# [TASK DIRECTIONS]
From the records below, extract only the lines running from the line with "#: Allocations of" to the line with "def prefer_mmap() ->", both lines included, reproducing them exactly.

# [RECORDS TO USE]
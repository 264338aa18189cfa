"""The C allocator's habits that decide how much memory a chunked run keeps (glibc; no-ops elsewhere).

glibc serves a freed large block's size from its heaps next time (its mmap threshold rises after each
large free, up to 32 MB), and its heaps return memory to the system only from their top. A run that
allocates and frees box after box in worker threads therefore keeps hundreds of MB it no longer uses:
on a 512^3 network with a 32 MB budget, 101 MB of anonymous memory above the budget, 43 MB with the
threshold held at 1 MB (``benchmarks/results_chunked.md``). :func:`prefer_mmap` holds it there, so every
array of 1 MB or more is mapped on its own and returned when freed; :func:`return_freed_memory` trims the
heaps after a stage.
"""

from __future__ import annotations

import ctypes
import functools

__all__ = ["MMAP_THRESHOLD", "prefer_mmap", "return_freed_memory"]

#: Allocations of at least this many bytes get their own mapping (glibc ``M_MMAP_THRESHOLD``).
MMAP_THRESHOLD = 1 << 20
_M_MMAP_THRESHOLD = -3  # mallopt parameter number, glibc <malloc.h>


@functools.cache
def _libc() -> ctypes.CDLL | None:
    try:
        libc = ctypes.CDLL("libc.so.6")
        libc.mallopt, libc.malloc_trim  # noqa: B018 (both must exist: glibc)
    except (OSError, AttributeError):
        return None
    return libc


def prefer_mmap() -> None:
    """Hold glibc's mmap threshold at :data:`MMAP_THRESHOLD` in this process (idempotent).

    A process-wide setting that stays after the run: large arrays are then mapped and unmapped on their
    own, which costs some speed (not measured on a quiet machine: the recorded 512^3 runs took 138 s
    before and 167 s after, the latter with another job on the cores).
    """
    libc = _libc()
    if libc is not None:
        libc.mallopt(_M_MMAP_THRESHOLD, MMAP_THRESHOLD)


def return_freed_memory() -> None:
    """Ask glibc to return freed heap memory to the system (``malloc_trim``)."""
    libc = _libc()
    if libc is not None:
        libc.malloc_trim(0)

# [ANSWER SECTION]
#: Allocations of at least this many bytes get their own mapping (glibc ``M_MMAP_THRESHOLD``).
MMAP_THRESHOLD = 1 << 20
_M_MMAP_THRESHOLD = -3  # mallopt parameter number, glibc <malloc.h>


@functools.cache
def _libc() -> ctypes.CDLL | None:
    try:
        libc = ctypes.CDLL("libc.so.6")
        libc.mallopt, libc.malloc_trim  # noqa: B018 (both must exist: glibc)
    except (OSError, AttributeError):
        return None
    return libc


def prefer_mmap() -> None:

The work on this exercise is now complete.